[Data excerpts — start]
"""Run folders and output folders on disk: which files a run folder holds, creating one, refusing
an existing one, and claiming one for a new run so that a run that fails, or is refused, while
it starts leaves the old run whole.

A run never overwrites another by accident: an existing non-empty folder is refused unless
``force``; with ``force`` only the run's own files are replaced (anything else the user keeps
there stays). A :class:`RunClaim` locks the folder against a second coilshift command, sets the
old run's files aside (hidden, renamed) when the new run begins, puts them back if it fails
before it is under way, and deletes them once it is.
"""

from __future__ import annotations

import os
import shutil
from contextlib import contextmanager
from pathlib import Path
from typing import Callable, TypeVar

from coilshift.logger.errors import InputError, setting
from coilshift.logger.runfolder.locking import FolderLock, held_signals

LOG_NAME = "log.csv"
META_NAME = "run.json"
MARKERS_NAME = "markers.csv"
#: files a run folder may hold that a forced run is allowed to replace
RUN_FILES = (LOG_NAME, META_NAME, MARKERS_NAME)

T = TypeVar("T")


def refuse_existing(run_dir: str | os.PathLike, force: bool = False,
                    replaces: str = "its run files") -> None:
    """Raise InputError if ``run_dir`` is a file, or a non-empty folder and not ``force``.

    Changes nothing: a command checks this before hours of work, not only when it writes.
    """
    run_dir = Path(run_dir)
    if run_dir.exists() and not run_dir.is_dir():
        raise InputError(f"{run_dir}: exists and is not a folder")
    if run_dir.is_dir() and any(run_dir.iterdir()) and not force:
        raise InputError(f"{run_dir}: folder exists and is not empty (use {setting('force')} to replace {replaces})")


def make_folder(path: Path) -> None:
    """``mkdir -p``, with a one-line InputError naming the folder when it cannot be made."""
    try:
        path.mkdir(parents=True, exist_ok=True)
    except OSError as exc:
        raise InputError(f"{path}: cannot create folder ({exc.strerror})") from None


def _check_writable(folder: Path) -> None:
    if not os.access(folder, os.W_OK):
        raise InputError(f"{folder}: folder is not writable")


def _run_files(run_dir: Path, also: tuple[str, ...]) -> list[Path]:
    """The files of a run in ``run_dir``: log, run.json, markers, and those matching ``also``."""
    found = [run_dir / name for name in RUN_FILES if (run_dir / name).is_file()]
    for pattern in also:
        found += sorted(p for p in run_dir.glob(pattern) if p.is_file() and p not in found)
    return found


def prepare_run_dir(run_dir: str | os.PathLike, force: bool = False) -> Path:
    """Create ``run_dir`` for a new run; refuse an existing non-empty folder unless ``force``.

    With ``force`` only the run's own files (log.csv, run.json, markers.csv) are removed;
    anything else the user keeps there is left alone. (Commands use :class:`RunClaim`, which
    keeps the old files until the new run is under way; this is for tests and scripts.)
    """
    run_dir = Path(run_dir)
    refuse_existing(run_dir, force)
    make_folder(run_dir)
    _check_writable(run_dir)
    for p in _run_files(run_dir, ()):
        p.unlink()
    return run_dir


def new_output_dir(path: str | os.PathLike, force: bool) -> Path:
    """An output folder (analysis results, a simulation) that must not already hold anything,
    unless ``force``. (Commands build their outputs with
    :func:`coilshift.logger.runfolder.outputs.building_output_dir` instead, which swaps the
    finished folder in.)"""
    path = Path(path)
    refuse_existing(path, force, replaces="its contents")
    make_folder(path)
    return path


class RunClaim:
    """A run folder this process is about to write a run into.

    Parameters
    ----------
    run_dir : the folder (need not exist yet)
    force : allow a folder that already holds files; only the run's own files are replaced
    also : glob patterns of further files an old run may have left that the new run replaces
        (capture: its saved audio)

    :meth:`check` refuses a folder the run may not use and changes nothing. :meth:`take` (when
    the new run is ready to write) creates the folder, locks it against other coilshift
    commands and renames the old run's files aside (``.log.csv.replaced-PID``); then either
    :meth:`commit` (the new run is under way: delete them) or :meth:`undo` (it failed: remove
    what it wrote, put them back). :meth:`release` drops the lock when the run is finished.
    """

    def __init__(self, run_dir: str | os.PathLike, force: bool = False, also: tuple[str, ...] = ()):
        self.run_dir = Path(run_dir)
        self.force = bool(force)
        self.also = tuple(also)
        self.existed = False
        self._taken = False  # the folder is ours and the old run set aside: undo() has work to do
        self._kept: list[tuple[Path, Path]] = []
        self._lock: FolderLock | None = None

    def check(self) -> None:
        """Refuse now what :meth:`take` would refuse for the folder as it is (changes nothing)."""
        refuse_existing(self.run_dir, self.force)

    def hold(self) -> None:
        """Lock an existing folder now, before hours of work, changing nothing in it (a folder
        that does not exist yet is locked by :meth:`take`). Refuses a folder in use."""
        if self._lock is None and self.run_dir.is_dir():
            self._lock = FolderLock(self.run_dir)

    def take(self) -> Path:
        """Create and lock the folder, set an old run aside; returns the folder.

        Raises InputError (changing nothing) for a folder in use, not writable or not allowed.
        """
        run_dir = self.run_dir
        self.check()
        with held_signals():
            self.existed = run_dir.exists()
            make_folder(run_dir)
            try:
                if self._lock is None:
                    self._lock = FolderLock(run_dir)
                _check_writable(run_dir)
                self.check()  # again under the lock: another command may have filled it meanwhile
            except BaseException:
                self.release()
                if not self.existed:
                    shutil.rmtree(run_dir, ignore_errors=True)
                raise
            for old in _run_files(run_dir, self.also):
                aside = old.with_name(f".{old.name}.replaced-{os.getpid()}")
                os.replace(old, aside)
                self._kept.append((old, aside))
            self._taken = True
        return run_dir

    def start_run(self, write_first: Callable[[], T]) -> T:
        """:meth:`take`, then ``write_first()`` (the new run's first files): :meth:`commit` if it
        works, else :meth:`undo` and :meth:`release` and re-raise. Returns what it returned."""
        try:
            self.take()  # inside the try: Ctrl-C held during take() arrives just after it
            made = write_first()
        except BaseException:
            self.undo()
            self.release()
            raise
        self.commit()
        return made

    @contextmanager
    def replacing(self):
        """:meth:`take`, yield the folder, then :meth:`commit`, or :meth:`undo` if the body raises
        (an error, Ctrl-C, SIGTERM). The lock stays held (see :meth:`release`)."""
        try:
            folder = self.take()  # inside the try: Ctrl-C held during take() arrives just after it
            yield folder
        except BaseException:
            self.undo()
            raise
        self.commit()

    def commit(self) -> None:
        """The new run is under way: delete the old run's files that were set aside."""
        with held_signals():
            for _old, aside in self._kept:
                aside.unlink(missing_ok=True)
            self._kept = []
            self._taken = False  # the new run stands, whatever happens to it from now on

    def undo(self) -> None:
        """The new run failed before it was under way: remove what it created, put the old run back.

        Does nothing unless :meth:`take` succeeded (a refused folder is never touched)."""
        if not self._taken:
            return
        with held_signals():
            if not self.existed:
                shutil.rmtree(self.run_dir, ignore_errors=True)
            else:
                for p in _run_files(self.run_dir, self.also):
                    p.unlink(missing_ok=True)
                for tmp in self.run_dir.glob(f".{META_NAME}.*.tmp"):
                    tmp.unlink(missing_ok=True)
                for old, aside in self._kept:
                    os.replace(aside, old)
            self._kept = []
            self._taken = False

    def release(self) -> None:
        """Drop the folder lock (also dropped by the kernel when the process ends)."""
        if self._lock is not None:
            self._lock.release()
            self._lock = None


@contextmanager
def replacing_run(run_dir: str | os.PathLike, force: bool = False):
    """Write a run into ``run_dir`` all or nothing: yields the prepared, locked folder.

    Files of an old run are set aside first; if the body raises (an error, Ctrl-C, SIGTERM),
    what it created is removed and the old run comes back as it was; if it succeeds, the old
    files are deleted.
    """
    claim = RunClaim(run_dir, force)
    try:
        with claim.replacing() as folder:
            yield folder
    finally:
        claim.release()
[Data excerpts — finish]
▶ [Assigned task] Each record above must be given again exactly as written.

▶ [Solved exercise]
"""Run folders and output folders on disk: which files a run folder holds, creating one, refusing
an existing one, and claiming one for a new run so that a run that fails, or is refused, while
it starts leaves the old run whole.

A run never overwrites another by accident: an existing non-empty folder is refused unless
``force``; with ``force`` only the run's own files are replaced (anything else the user keeps
there stays). A :class:`RunClaim` locks the folder against a second coilshift command, sets the
old run's files aside (hidden, renamed) when the new run begins, puts them back if it fails
before it is under way, and deletes them once it is.
"""

from __future__ import annotations

import os
import shutil
from contextlib import contextmanager
from pathlib import Path
from typing import Callable, TypeVar

from coilshift.logger.errors import InputError, setting
from coilshift.logger.runfolder.locking import FolderLock, held_signals

LOG_NAME = "log.csv"
META_NAME = "run.json"
MARKERS_NAME = "markers.csv"
#: files a run folder may hold that a forced run is allowed to replace
RUN_FILES = (LOG_NAME, META_NAME, MARKERS_NAME)

T = TypeVar("T")


def refuse_existing(run_dir: str | os.PathLike, force: bool = False,
                    replaces: str = "its run files") -> None:
    """Raise InputError if ``run_dir`` is a file, or a non-empty folder and not ``force``.

    Changes nothing: a command checks this before hours of work, not only when it writes.
    """
    run_dir = Path(run_dir)
    if run_dir.exists() and not run_dir.is_dir():
        raise InputError(f"{run_dir}: exists and is not a folder")
    if run_dir.is_dir() and any(run_dir.iterdir()) and not force:
        raise InputError(f"{run_dir}: folder exists and is not empty (use {setting('force')} to replace {replaces})")


def make_folder(path: Path) -> None:
    """``mkdir -p``, with a one-line InputError naming the folder when it cannot be made."""
    try:
        path.mkdir(parents=True, exist_ok=True)
    except OSError as exc:
        raise InputError(f"{path}: cannot create folder ({exc.strerror})") from None


def _check_writable(folder: Path) -> None:
    if not os.access(folder, os.W_OK):
        raise InputError(f"{folder}: folder is not writable")


def _run_files(run_dir: Path, also: tuple[str, ...]) -> list[Path]:
    """The files of a run in ``run_dir``: log, run.json, markers, and those matching ``also``."""
    found = [run_dir / name for name in RUN_FILES if (run_dir / name).is_file()]
    for pattern in also:
        found += sorted(p for p in run_dir.glob(pattern) if p.is_file() and p not in found)
    return found


def prepare_run_dir(run_dir: str | os.PathLike, force: bool = False) -> Path:
    """Create ``run_dir`` for a new run; refuse an existing non-empty folder unless ``force``.

    With ``force`` only the run's own files (log.csv, run.json, markers.csv) are removed;
    anything else the user keeps there is left alone. (Commands use :class:`RunClaim`, which
    keeps the old files until the new run is under way; this is for tests and scripts.)
    """
    run_dir = Path(run_dir)
    refuse_existing(run_dir, force)
    make_folder(run_dir)
    _check_writable(run_dir)
    for p in _run_files(run_dir, ()):
        p.unlink()
    return run_dir


def new_output_dir(path: str | os.PathLike, force: bool) -> Path:
    """An output folder (analysis results, a simulation) that must not already hold anything,
    unless ``force``. (Commands build their outputs with
    :func:`coilshift.logger.runfolder.outputs.building_output_dir` instead, which swaps the
    finished folder in.)"""
    path = Path(path)
    refuse_existing(path, force, replaces="its contents")
    make_folder(path)
    return path


class RunClaim:
    """A run folder this process is about to write a run into.

    Parameters
    ----------
    run_dir : the folder (need not exist yet)
    force : allow a folder that already holds files; only the run's own files are replaced
    also : glob patterns of further files an old run may have left that the new run replaces
        (capture: its saved audio)

    :meth:`check` refuses a folder the run may not use and changes nothing. :meth:`take` (when
    the new run is ready to write) creates the folder, locks it against other coilshift
    commands and renames the old run's files aside (``.log.csv.replaced-PID``); then either
    :meth:`commit` (the new run is under way: delete them) or :meth:`undo` (it failed: remove
    what it wrote, put them back). :meth:`release` drops the lock when the run is finished.
    """

    def __init__(self, run_dir: str | os.PathLike, force: bool = False, also: tuple[str, ...] = ()):
        self.run_dir = Path(run_dir)
        self.force = bool(force)
        self.also = tuple(also)
        self.existed = False
        self._taken = False  # the folder is ours and the old run set aside: undo() has work to do
        self._kept: list[tuple[Path, Path]] = []
        self._lock: FolderLock | None = None

    def check(self) -> None:
        """Refuse now what :meth:`take` would refuse for the folder as it is (changes nothing)."""
        refuse_existing(self.run_dir, self.force)

    def hold(self) -> None:
        """Lock an existing folder now, before hours of work, changing nothing in it (a folder
        that does not exist yet is locked by :meth:`take`). Refuses a folder in use."""
        if self._lock is None and self.run_dir.is_dir():
            self._lock = FolderLock(self.run_dir)

    def take(self) -> Path:
        """Create and lock the folder, set an old run aside; returns the folder.

        Raises InputError (changing nothing) for a folder in use, not writable or not allowed.
        """
        run_dir = self.run_dir
        self.check()
        with held_signals():
            self.existed = run_dir.exists()
            make_folder(run_dir)
            try:
                if self._lock is None:
                    self._lock = FolderLock(run_dir)
                _check_writable(run_dir)
                self.check()  # again under the lock: another command may have filled it meanwhile
            except BaseException:
                self.release()
                if not self.existed:
                    shutil.rmtree(run_dir, ignore_errors=True)
                raise
            for old in _run_files(run_dir, self.also):
                aside = old.with_name(f".{old.name}.replaced-{os.getpid()}")
                os.replace(old, aside)
                self._kept.append((old, aside))
            self._taken = True
        return run_dir

    def start_run(self, write_first: Callable[[], T]) -> T:
        """:meth:`take`, then ``write_first()`` (the new run's first files): :meth:`commit` if it
        works, else :meth:`undo` and :meth:`release` and re-raise. Returns what it returned."""
        try:
            self.take()  # inside the try: Ctrl-C held during take() arrives just after it
            made = write_first()
        except BaseException:
            self.undo()
            self.release()
            raise
        self.commit()
        return made

    @contextmanager
    def replacing(self):
        """:meth:`take`, yield the folder, then :meth:`commit`, or :meth:`undo` if the body raises
        (an error, Ctrl-C, SIGTERM). The lock stays held (see :meth:`release`)."""
        try:
            folder = self.take()  # inside the try: Ctrl-C held during take() arrives just after it
            yield folder
        except BaseException:
            self.undo()
            raise
        self.commit()

    def commit(self) -> None:
        """The new run is under way: delete the old run's files that were set aside."""
        with held_signals():
            for _old, aside in self._kept:
                aside.unlink(missing_ok=True)
            self._kept = []
            self._taken = False  # the new run stands, whatever happens to it from now on

    def undo(self) -> None:
        """The new run failed before it was under way: remove what it created, put the old run back.

        Does nothing unless :meth:`take` succeeded (a refused folder is never touched)."""
        if not self._taken:
            return
        with held_signals():
            if not self.existed:
                shutil.rmtree(self.run_dir, ignore_errors=True)
            else:
                for p in _run_files(self.run_dir, self.also):
                    p.unlink(missing_ok=True)
                for tmp in self.run_dir.glob(f".{META_NAME}.*.tmp"):
                    tmp.unlink(missing_ok=True)
                for old, aside in self._kept:
                    os.replace(aside, old)
            self._kept = []
            self._taken = False

    def release(self) -> None:
        """Drop the folder lock (also dropped by the kernel when the process ends)."""
        if self._lock is not None:
            self._lock.release()
            self._lock = None


@contextmanager
def replacing_run(run_dir: str | os.PathLike, force: bool = False):
    """Write a run into ``run_dir`` all or nothing: yields the prepared, locked folder.

    Files of an old run are set aside first; if the body raises (an error, Ctrl-C, SIGTERM),
    what it created is removed and the old run comes back as it was; if it succeeds, the old
    files are deleted.
    """
    claim = RunClaim(run_dir, force)
    try:
        with claim.replacing() as folder:
            yield folder
    finally:
        claim.release()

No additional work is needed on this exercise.